ASH Daily news for 15 April 2016
April 15, 2016
- Wales: Prisoner suicide linked to smoking ban
- Nottinghamshire: Council considers banning smoking for staff in worktime
- US: No change in tobacco use among youth; e-cigarettes preferred
- US: California pension system reconsiders tobacco divestment
- India: In health warning showdown, tobacco industry turns to top court
- India: Delhi govt bans manufacture, sale of all forms of chewing tobacco for one year
- US: FDA’s anti-e-cig regulation
- US: Boy, 14, blinded in one eye after e-cigarette exploded in his face
Wales: Prisoner suicide linked to smoking ban
A prisoner has killed himself after allegedly being stopped from smoking in Swansea jail. The prison authorities say the prison has been operating normally since going smoke free and that all prisoners are able to have the support to quit smoking if they need it.
A prison service spokeswoman said: “As with all deaths in custody there will be an investigation by the Independent Prisons and Probation Ombudsman.”Source: Swansea Sound – 12 April 2016
Nottinghamshire: Council considers banning smoking for staff in worktime
As part of its commitment to promote better workplace health for its employees, Nottinghamshire County Council will be considering plans to create a smoke free working environment for all its employees from May 2016.
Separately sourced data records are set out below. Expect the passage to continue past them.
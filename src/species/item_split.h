// SPDX-License-Identifier: MIT
// A cheap text scan that cuts a species file into its species items, so that each is parsed on its
// own (small node trees, in parallel) when the scan is sure of the layout.
#pragma once

#include <cstddef>
#include <optional>
#include <string>
#include <vector>

namespace sevenfold::detail {

// The items of a species file's top-level `species:` map (one label each), found by a cheap scan of the
// text, and the rest of the file (the skeleton: top-level keys, `defaults`, comments). Parsing each
// item on its own holds one small node tree at a time instead of the whole document's, and lets
// items be parsed in parallel.
struct SpeciesItemsSplit {
  struct Item {
    std::size_t begin = 0;  // byte range: the item's label line up to the next item's
    std::size_t end = 0;
    int first_line = 0;  // 0-based line of `begin` in the file
  };
  std::vector<Item> items;
  std::string skeleton;
};

// The split of `text`, or nullopt unless the scan is sure of it. Sure means: a block-style
// top-level map whose column-0 lines are only `sevenfold-species:`, `defaults:`, `species:`
// (nothing after its colon), a leading "---" and comments; the species value is a block map whose
// label keys sit at one indentation, every other line of the block indented deeper (or a
// comment); no flow collection or quoted scalar spans an item boundary or a top-level key
// (ScanLineForSplit). A wrong guess can only cut a multi-line construct, which makes the cut item
// fail to parse; the caller then reads the whole document, so errors are reported exactly as
// before.
std::optional<SpeciesItemsSplit> SplitSpeciesItems(const std::string& text);

}  // namespace sevenfold::detail
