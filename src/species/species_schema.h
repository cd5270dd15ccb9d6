// SPDX-License-Identifier: MIT
// The species-file schema in one place: the format key and version, the bands and tolerances the
// reader enforces, and the key table (every key, its kind, unit, band, where it applies, whether
// it is required, its default). The reader takes its allowed keys from the table and its bands
// from the constants below; tests/species_test.cc checks docs/species-schema.md against both.
#pragma once

#include <cstddef>
#include <string>
#include <string_view>
#include <vector>

namespace sevenfold {
namespace schema {

// The first key of every species file: the format's name, with the layout version as its value.
inline constexpr std::string_view kFormatKey = "sevenfold-species";
inline constexpr int kFormatVersion = 2;
// Tells the reader of a file in an older layout how to convert it.
inline constexpr const char* kUpgradeHint =
    "convert the file with scripts/upgrade-species-file.py (docs/species-schema.md)";

// Temperatures of the fit ranges must lie in this band, kelvin. Below 10 K hardly any gas exists
// as an ideal gas and the polynomial form is useless; above 20000 K ionisation dominates and the
// single-species model no longer holds (common practice).
inline constexpr double kMinTemperatureK = 10.0;
inline constexpr double kMaxTemperatureK = 20000.0;
// Rotational constants given next to a geometry must agree with it within 1 %: equilibrium
// geometries and ground-state constants differ by vibration-rotation terms of this order or less.
inline constexpr double kGeometryConstantsRelativeTolerance = 0.01;
// A torsion's `replaces` must equal a listed vibration; input written to 0.1 cm^-1 rounds by at
// most 0.05 cm^-1.
inline constexpr double kTorsionMatchToleranceCm1 = 0.05;
// Standard pressures accepted: the two conventions, within rounding of the written value.
inline constexpr double kPressureRelativeTolerance = 1.0e-9;

// Plausibility bands. Values outside them are typing mistakes or hostile input, and some of them
// drive the statistical-mechanics engine into overflow (NaN or inf results) or into sums that
// never end (docs/robustness.md lists the cases). Each band is wide around what real molecules
// show; none of them bites on a real species.
// Rotational constants (also torsional ones), cm^-1: H2 has the largest of any molecule,
// B_e = 60.85 cm^-1 (Huber & Herzberg 1979, from memory); C60 is near 0.0028 cm^-1 (from memory).
inline constexpr double kMinRotationalConstantCm1 = 1.0e-6;
inline constexpr double kMaxRotationalConstantCm1 = 1.0e3;
// Harmonic wavenumbers, cm^-1: the highest is H2's 4401 cm^-1 (Huber & Herzberg 1979, from
// memory); a mode below 1 cm^-1 is numerical noise of a frequency calculation (common practice).
inline constexpr double kMinWavenumberCm1 = 1.0;
inline constexpr double kMaxWavenumberCm1 = 1.0e4;
// Frequency scale factors in use lie between about 0.85 and 1.1 (common practice).
inline constexpr double kMinFrequencyScale = 0.5;
inline constexpr double kMaxFrequencyScale = 2.0;
// Dunham-type constants, cm^-1 (magnitude): the strongest bond, CO, has D_0 near 89,500 cm^-1
// (11.1 eV, from memory); every other constant is far smaller.
inline constexpr double kMaxSpectroscopicConstantCm1 = 1.0e5;
// De / Be above which a diatomic's constants are refused (see ReadDiatomicState).
inline constexpr double kMaxCentrifugalToRotational = 1.0e-2;
// Degeneracies (electronic levels, nuclear-spin weights): lumped atomic manifolds reach a few
// hundred (common practice).
inline constexpr double kMaxDegeneracy = 1.0e6;
// |formation enthalpy|, J/mol: gas-phase ions of light elements reach about 1e4 kJ/mol
// (He2+: 7.6e3 kJ/mol from its ionisation energies, from memory).
inline constexpr double kMaxFormationEnthalpyJPerMol = 1.0e8;
// Torsional barriers and Fourier terms, J/mol: real barriers are below about 100 kJ/mol
// (common practice); far above, the mode is a vibration, not a torsion.
inline constexpr double kMaxTorsionBarrierJPerMol = 1.0e6;
// |coordinate| in a geometry, angstrom: molecules are nanometres across.
inline constexpr double kMaxCoordinateAngstrom = 1.0e3;

// Tabulated species (tabulated-cp). Three rows at least: the interpolant's end slopes are
// three-point formulas, and the Wilhoit extrapolation is matched to the value and slope at each
// end. At most 10000 rows, far beyond any evaluated table (hostile-input bound).
inline constexpr std::size_t kMinTabulatedPoints = 3;
inline constexpr std::size_t kMaxTabulatedPoints = 10000;
// Cp, J/(mol K): a species of 1000 atoms reaches about 3 N R = 2.5e4 J/(mol K) classically.
inline constexpr double kMaxTabulatedCpJPerMolK = 1.0e5;
// |S| and |H - H298| bands of the optional columns, J/(mol K) and J/mol.
inline constexpr double kMaxTabulatedEntropyJPerMolK = 1.0e5;
inline constexpr double kMaxTabulatedEnthalpyJPerMol = 1.0e9;
// The H - H298 and S columns must equal the integrals of the interpolated Cp within this
// fraction of the integral's size (|H - H298|, resp. the integral of Cp/T from the first row)
// plus the last printed digit (kTabulatedEnthalpyRoundingJPerMol, kTabulatedEntropyRounding...).
// Piecewise-cubic interpolation between rows 100 K apart, as evaluated tables print them, moves
// the integrals by less than 0.1 % on smooth Cp (tests/statmech_test.cc shows it on CO2), so a
// larger mismatch means the columns do not belong to the Cp column.
inline constexpr double kTabulatedConsistencyRelative = 2.0e-3;
// Tables print H - H298 to 0.001 kJ/mol and S to 0.001 J/(mol K); twice that absorbs rounding.
inline constexpr double kTabulatedEnthalpyRoundingJPerMol = 2.0;
inline constexpr double kTabulatedEntropyRoundingJPerMolK = 2.0e-3;

// A torsion's replaces tolerance and the other rules above, as documented, are also the values
// the engine relies on: statmech never re-derives them.

}  // namespace schema

// The maps of a species file whose keys the table lists.
enum class KeySection {
  kTop,                 // the file's top level
  kDefaults,            // defaults
  kSpecies,             // one species' map
  kFitTemperatures,     // fit-temperatures
  kFitThresholds,       // fit-thresholds
  kFitErrorScales,      // fit-error-scales
  kRovibrationalMap,    // rovibrational-constants, map form (the ground state)
  kRovibrationalState,  // rovibrational-constants, one item of the list form
  kSpinStatistics,      // spin-statistics
  kHinderedRotor,       // one item of hindered-rotors
  kTabulatedCp,         // tabulated-cp
};
// The section's name as the documentation's key reference writes it: "top level", "defaults",
// "species", "fit-temperatures", ...
std::string ToString(KeySection section);

// One key of the schema. Texts are as docs/species-schema.md shows them in its key reference
// (empty: the cell is empty); bands and defaults are rendered from the constants and default
// values the code uses, so a changed value changes the text.
struct KeySpec {
  KeySection section;
  std::string key;
  std::string kind;        // what the value is: "chemical formula", "list", ...
  std::string unit;        // unit of a bare number, then the other units accepted
  std::string band;        // the plausibility band or rule checked on the value
  std::string applies_to;  // which species may give it
  std::string required;    // "yes", "no", or the condition
  std::string default_value;
};

// Every key, sections in the order above and keys in the order messages list them.
const std::vector<KeySpec>& KeyTable();
// The keys of one section, in table order.
const std::vector<std::string>& KeysOf(KeySection section);

}  // namespace sevenfold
The council’s updated Smoke Free Policy will mean council employees will not be permitted to smoke while at work or on council business. The final decision will be taken at the Policy Committee meeting on 20 April.Source: Worksop Guardian – 14 April 2016
US: No change in tobacco use among youth; e-cigarettes preferred
Overall tobacco use among U.S. middle and high school students has not changed since 2011, a period in which use of electronic cigarettes increased dramatically, U.S. health officials said.
Given that most adult smokers begin using tobacco before age 20, health officials are concerned over the lack of progress in reducing tobacco use among U.S. youth.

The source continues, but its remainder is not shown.